"""The recovery copy, written after every applied edit on a thread of its own.

The UI thread hands over the project's text (a few milliseconds to make) and goes
on; one writer thread writes the newest text it has been given, so a burst of
edits becomes one or two writes (coalesced) and a kill -9 right after an edit
still finds it in the recovery file. No Textual here.
"""

from __future__ import annotations

import threading
from collections.abc import Callable
from pathlib import Path

from offgrid.tui.state import RecoveryStore

Job = tuple[str, Path | None, str, str]  # text, project path, title, baseline


class RecoveryWriter:
    """Coalescing writer of one :class:`RecoveryStore`; other attributes are the store's."""

    def __init__(
        self, store: RecoveryStore, on_error: Callable[[OSError], None] | None = None
    ) -> None:
        self.store = store
        self.on_error = on_error
        self.writes = 0
        self._cond = threading.Condition()
        self._pending: Job | None = None
        self._busy = False
        self._closing = False
        self._thread: threading.Thread | None = None

    def submit(self, text: str, path: Path | None, title: str, baseline: str) -> None:
        """Write this text soon (replacing any text given before that is not written yet)."""
        with self._cond:
            self._pending = (text, path, title, baseline)
            self._closing = False
            if self._thread is None or not self._thread.is_alive():
                self._thread = threading.Thread(
                    target=self._run, name="offgrid-recovery", daemon=True
                )
                self._thread.start()
            self._cond.notify_all()

    def __getattr__(self, name: str):
        return getattr(self.store, name)

    def write(self, text: str, path: Path | None, title: str, baseline: str) -> Path:
        """Write now, on the calling thread (hang-up, crash, recovery restored)."""
        with self._cond:
            self._pending = None
            while self._busy:
                self._cond.wait()
            return self.store.write(text, path, title, baseline)

    def clear(self) -> None:
        """Drop what is not written yet, wait for a write under way, remove the file."""
        with self._cond:
            self._pending = None
            while self._busy:
                self._cond.wait()
            self.store.clear()

    def flush(self, timeout_s: float = 2.0) -> bool:
        """Wait until everything given has been written; False on timeout."""
        with self._cond:
            return self._cond.wait_for(lambda: self._pending is None and not self._busy, timeout_s)

    def close(self) -> None:
        """Let the writer thread end once the text given is written (it would idle 30 s
        first); a later :meth:`submit` starts one again, :meth:`write` needs none."""
        with self._cond:
            self._closing = True
            self._cond.notify_all()

    def _run(self) -> None:
        while True:
            with self._cond:
                ready = self._cond.wait_for(
                    lambda: self._pending is not None or self._closing, 30.0
                )
                if not ready or self._pending is None:
                    self._thread = None
                    return
                job, self._pending = self._pending, None
                self._busy = True
            try:
                self.store.write(*job)  # type: ignore[misc]
            except OSError as exc:
                if self.on_error is not None:
                    self.on_error(exc)
            finally:
                with self._cond:
                    self._busy = False
                    self.writes += 1
                    self._cond.notify_all()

**BRIEF:** Return the entries exactly through the "def submit(self, text: str, path: Path" line.

**RESULT OF THIS EXERCISE:**
"""The recovery copy, written after every applied edit on a thread of its own.

The UI thread hands over the project's text (a few milliseconds to make) and goes
on; one writer thread writes the newest text it has been given, so a burst of
edits becomes one or two writes (coalesced) and a kill -9 right after an edit
still finds it in the recovery file. No Textual here.
"""

from __future__ import annotations

import threading
from collections.abc import Callable
from pathlib import Path

from offgrid.tui.state import RecoveryStore

Job = tuple[str, Path | None, str, str]  # text, project path, title, baseline


class RecoveryWriter:
    """Coalescing writer of one :class:`RecoveryStore`; other attributes are the store's."""

    def __init__(
        self, store: RecoveryStore, on_error: Callable[[OSError], None] | None = None
    ) -> None:
        self.store = store
        self.on_error = on_error
        self.writes = 0
        self._cond = threading.Condition()
        self._pending: Job | None = None
        self._busy = False
        self._closing = False
        self._thread: threading.Thread | None = None

    def submit(self, text: str, path: Path | None, title: str, baseline: str) -> None:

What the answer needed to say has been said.